Included in the artist’s 2024 exhibition Starting Again at the Palazzo Da Mosto, Venice, Reclining Head of Julia (2009) is a spirited portrait by Frank Auerbach. Lavish colour animates the face of Julia Auerbach, née Wolstenholme, the artist’s wife and longest-serving sitter. Gestural black marks define the features of her face as ochres and blues add depth to her cheeks and forehead. The background, a patchwork of orange, green and dusky rose, comes together in a lyrical glow. Auerbach’s famously textural brushwork became increasingly bright and dynamic in these later years. Reclining Head of Julia reveals an artist at the height of his powers, depicting his partner with freshness and vitality: a familiar face across decades of life and art, he nonetheless sees Julia as if for the first time.

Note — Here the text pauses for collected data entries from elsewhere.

#include "tests/benchmark/search_table.h"

#include <algorithm>
#include <chrono>
#include <cmath>
#include <cstdio>
#include <filesystem>
#include <fstream>
#include <iterator>
#include <string>
#include <vector>

#include "engine/scenario/text.h"
#include "engine/tuning/rules.h"
#include "engine/tuning/search.h"

namespace lw::benchmark {
namespace {

std::vector<std::string> scenario_files() {
  std::vector<std::string> names;
  for (const auto& entry : std::filesystem::directory_iterator(LINEWRIGHT_SOURCE_DIR "/scenarios"))
    if (entry.path().extension() == ".toml") names.push_back(entry.path().string());
  std::sort(names.begin(), names.end());
  return names;
}

Result<Scenario> read_file(const std::string& name) {
  std::ifstream file(name, std::ios::binary);
  const std::string text((std::istreambuf_iterator<char>(file)), {});
  return read(text, name);
}

/// Gains alone, at the scenario's own base: what rules can set. The same limits for all.
SearchSettings settings_for(const Scenario& scenario) {
  SearchSettings settings;
  settings.free = {
      {Variable::kp, {}, {}}, {Variable::ki, {}, {}}, {Variable::kd, {}, {}}, {Variable::filter, {}, {}}};
  settings.goal = Goal::deviation;
  settings.limits.gain_margin_db = 6.0;
  settings.limits.saturated_pct = scenario.expect.saturated_pct_max;
  settings.limits.reversals_per_s = scenario.expect.reversals_per_s_max;
  settings.front_share = 0.0;
  settings.starts = rule_starts(scenario, settings.free);
  return settings;
}

Worth worth_of(const Candidate& candidate) { return {candidate.breach, candidate.deviation_max}; }

struct Ruled {
  const char* name = nullptr;  // null where no rule can be set
  Candidate candidate;
};

/// The best of the rules, judged as the search judges.
Ruled best_rule(const Scenario& scenario, const SearchSettings& settings) {
  Ruled best;
  for (std::size_t i = 0; i < settings.starts.size(); ++i) {
    const auto judged = judge(with_values(scenario, settings.free, settings.starts[i]), settings);
    if (judged && (!best.name || better(worth_of(*judged), worth_of(best.candidate))))
      best = {published_rules[i].name, *judged};
  }
  return best;
}

std::string deviation_text(const Candidate& candidate) {
  char text[32];
  std::snprintf(text, sizeof text, "%.2f mm%s", 1e3 * candidate.deviation_max,
                candidate.breach > 0.0 ? " (!)" : "");
  return text;
}

/// Prints a row; true when a rule beats the search.
bool print_row(const std::string& name, const Scenario& scenario) {
  const SearchSettings settings = settings_for(scenario);
  const Ruled rule = best_rule(scenario, settings);
  const auto start = std::chrono::steady_clock::now();
  const auto found = search_gains(scenario, settings);
  const double ms = 1e3 * std::chrono::duration<double>(std::chrono::steady_clock::now() - start).count();
  if (!found) {
    std::printf("%-18s %s\n", name.c_str(), text_of(found.error()).c_str());
    return false;
  }
  const bool beaten = rule.name && better(worth_of(rule.candidate), worth_of(found->best));
  std::printf("%-18s %-14s %-14s %-28s %-14s %8.0f  %s%s\n", name.c_str(), deviation_text(found->own).c_str(),
              rule.name ? deviation_text(rule.candidate).c_str() : "-", rule.name ? rule.name : "none",
              deviation_text(found->best).c_str(), ms, found->stops_it.c_str(),
              beaten ? "  beaten by the rule" : "");
  return beaten;
}

}  // namespace

int print_search_table() {
  std::printf("%-18s %-14s %-14s %-28s %-14s %8s  %s\n", "largest deviation", "as it stands", "best rule", "",
              "search", "ms", "limit that stops it");
  int beaten = 0;
  for (const std::string& file : scenario_files()) {
    const auto scenario = read_file(file);
    if (scenario) beaten += print_row(std::filesystem::path(file).stem().string(), *scenario) ? 1 : 0;
  }
  std::printf("(!) breaks a limit: gain margin 6 dB, and the scenario's own on saturation and reversals\n");
  return beaten;
}

}  // namespace lw::benchmark
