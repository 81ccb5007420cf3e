// Where the closed form of the spot does not hold (crossings, corners, ends, edges of gaps, tight bends): the
// line painted on a fine grid, and the spot summed over it.
//
// A fine square is dark by the share a straight edge at the line's distance cuts off its width; the union of
// branches is the darkest of them. Corners are rounded on the outside (all that lies within half the line's
// width of the centreline), gaps and open ends are cut square. The spot is summed row by row: chords of the
// disc between running sums.
#pragma once

#include <vector>

#include "engine/course/branch.h"
#include "engine/course/floor.h"

namespace lw {

struct ZoneSettings {
  double spot_radius, half_width, pitch;  // m; pitch of the raster
};

class Zone {
 public:
  /// Paints the cells [0, columns) x [0, rows) whose low corner is (x, y), with a border for the spot.
  Zone(const ZoneSettings& settings, std::vector<Walk>& walks, double x, double y, int columns, int rows);
  /// The cell in column i, row j: least squares from two by two Gauss points.
  Cell cell_at(int i, int j) const;

 private:
  void paint(Walk& walk, double half_width);
  double dark_share(double x, int first_row, const std::vector<double>& chords) const;

  static constexpr int fine = 4;  // fine squares along a cell
  double side_;                   // m, of a fine square
  double x_, y_;                  // m, low corner of the fine grid
  int columns_, rows_, border_;
  std::vector<double> dark_;  // rows_ x (columns_ + 1), row by row: first painted, then running sums along x
  std::vector<double>
      chords_[2];  // half chords of the disc in fine squares, for the two heights of Gauss points
  double area_[2];
};

}  // namespace lw
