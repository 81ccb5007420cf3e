// The floor's texture: brightness that wanders from place to place.
//
// A random field of mean 0 and standard deviation 1 at every point. A square lattice carries independent
// standard normal numbers, one a lattice point, drawn by seed and lattice index alone (so a floor grows
// without changing). They are joined by cubic B-splines, whose weights at each point are scaled to a sum of
// squares of 1. The autocorrelation of such a field is the seventh-order B-spline, close to a Gaussian bell
// and nearly the same in every direction; the lattice is spaced so that it falls to 1/e at the correlation
// length.
//
// The field is what the sensor sees, after its spot has averaged. A spot cannot show what is finer than
// itself: lengths below half its radius are taken as half its radius.
#pragma once

#include <cstdint>
#include <vector>

#include "engine/course/floor.h"

namespace lw {

struct Texture {
  double amount = 0.0;   // standard deviation of brightness; 0 = none
  double spacing = 1.0;  // m, of the lattice
  std::uint64_t seed = 1;
};

/// The texture of a floor seen with a spot of the given radius (m).
Texture texture_of(const FloorLook& look, double spot_radius);

/// Adds the texture to a tile of cells whose low corner is (x, y), m.
void add_texture(const Texture& texture, double x, double y, double pitch, Cell* tile);

}  // namespace lw
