#include "engine/course/zone.h"

#include <algorithm>
#include <cmath>

#include "engine/course/spot.h"

namespace lw {
namespace {

constexpr double gauss =
    0.288675134594812882255;  // 1 / (2 sqrt(3)): both points from the middle of a cell of side 1

double held_share(double v) { return std::min(std::max(v, 0.0), 1.0); }

}  // namespace

Zone::Zone(const ZoneSettings& settings, std::vector<Walk>& walks, double x, double y, int columns, int rows)
    : side_(settings.pitch / fine) {
  const double radius = settings.spot_radius / side_;
  border_ = static_cast<int>(std::ceil(radius)) + 1;
  x_ = x - border_ * side_;
  y_ = y - border_ * side_;
  columns_ = columns * fine + 2 * border_;
  rows_ = rows * fine + 2 * border_;
  dark_.assign(static_cast<std::size_t>(rows_) * (columns_ + 1), 0.0);
  for (Walk& walk : walks) paint(walk, settings.half_width);
  for (int j = 0; j < rows_; ++j) {
    double* row = &dark_[static_cast<std::size_t>(j) * (columns_ + 1)];
    double sum = 0.0;
    for (int i = 0; i <= columns_; ++i) {
      const double here = row[i];
      row[i] = sum;
      sum += here;
    }
  }
  for (const int k : {0, 1}) {
    const double height = border_ + fine * (0.5 + (k == 0 ? -gauss : gauss));
    area_[k] = 0.0;
    for (int j = 0; j < 2 * border_ + fine; ++j) {
      const double dy = j + 0.5 - height;
      chords_[k].push_back(std::sqrt(std::max(0.0, radius * radius - dy * dy)));
      area_[k] += 2.0 * chords_[k].back();
    }
  }
}

void Zone::paint(Walk& walk, double half_width) {
  const std::vector<Bare>& bare = walk.branch().bare;
  for (int j = 0; j < rows_; ++j) {
    double* row = &dark_[static_cast<std::size_t>(j) * (columns_ + 1)];
    for (int i = 0; i < columns_; ++i) {
      const BranchFoot foot = walk.to(x_ + (i + 0.5) * side_, y_ + (j + 0.5) * side_);
      const double beyond = (foot.distance - half_width) / side_;
      if (beyond > 1.5) {
        i += static_cast<int>(std::min(beyond - 0.5, static_cast<double>(columns_)));
        continue;
      }
      double dark = held_share(0.5 - beyond);
      for (const Bare& gap : bare)
        dark = std::min(dark, held_share(0.5 + std::max(gap.from - foot.s, foot.s - gap.to) / side_));
      row[i] = std::max(row[i], dark);
    }
  }
}

double Zone::dark_share(double x, int first_row, const std::vector<double>& chords) const {
  const auto sum_to = [](const double* row, double at) {
    const int i = static_cast<int>(at);
    return row[i] + (at - i) * (row[i + 1] - row[i]);
  };
  double sum = 0.0;
  for (std::size_t j = 0; j < chords.size(); ++j) {
    if (chords[j] == 0.0) continue;
    const double* row = &dark_[(first_row + j) * (columns_ + 1)];
    sum += sum_to(row, x + chords[j]) - sum_to(row, x - chords[j]);
  }
  return sum;
}

Cell Zone::cell_at(int i, int j) const {
  double f[2][2];
  for (const int b : {0, 1})
    for (const int a : {0, 1}) {
      const double x = border_ + fine * (i + 0.5 + (a == 0 ? -gauss : gauss));
      f[b][a] = 1.0 - dark_share(x, j * fine, chords_[b]) / area_[b];
    }
  const double per_side = 0.5 / gauss;
  return cell_from(0.25 * (f[0][0] + f[0][1] + f[1][0] + f[1][1]),
                   0.5 * per_side * (f[0][1] + f[1][1] - f[0][0] - f[1][0]),
                   0.5 * per_side * (f[1][0] + f[1][1] - f[0][0] - f[0][1]),
                   per_side * per_side * (f[1][1] - f[1][0] - f[0][1] + f[0][0]));
}

}  // namespace lw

Auerbach first met his wife when they were both students at the Royal College of Art in London. They married in 1958 and had a son, Jake—himself a frequent sitter for the artist—before separating. They reconciled in 1976, from which point Julia became a principal subject within Auerbach’s oeuvre. His portraits of her are held in the collections of the Louisiana Museum of Modern Art, Humlebæk, the British Museum, London, the Cleveland Art Museum, and the Scottish National Gallery of Modern Art, Edinburgh, among others. In these compositions, Julia is often depicted lying down, as in the present work. They were made in acrylic rather than oil, lending them a distinctive fluidity. Describing the experience of being painted, Julia said, ‘You are giving yourself up, it’s very intimate, you are very vulnerable and you are there for them to do what they like’ (J. Auerbach quoted in H. Rothschild, ‘Man of many layers’, Telegraph Magazine, 28 September 2013, p. 33).

As a portraitist, Auerbach elected to paint only a small number of sitters, coming to know their faces and expressions intimately across decades of time together. ‘I’ve got certain attachments to people and places,’ he explained, ‘and it seems to me simply to be less worthwhile to record things to which I’m less attached, since I know about things that nobody else knows about’ (F. Auerbach quoted in C. Lampert, Frank Auerbach: Speaking and Painting, London 2015, p. 147). Accordingly, his paintings are slow to reveal themselves, and they allow their subject to unfold gradually before a viewer’s eye. As Reclining Head of Julia shows, the ambiguity of the final image reflects this intensely personal and emotional dynamic. Auerbach creates not a likeness but rather a sense of presence, an apparition of a person’s spirit arrested permanently in pigment.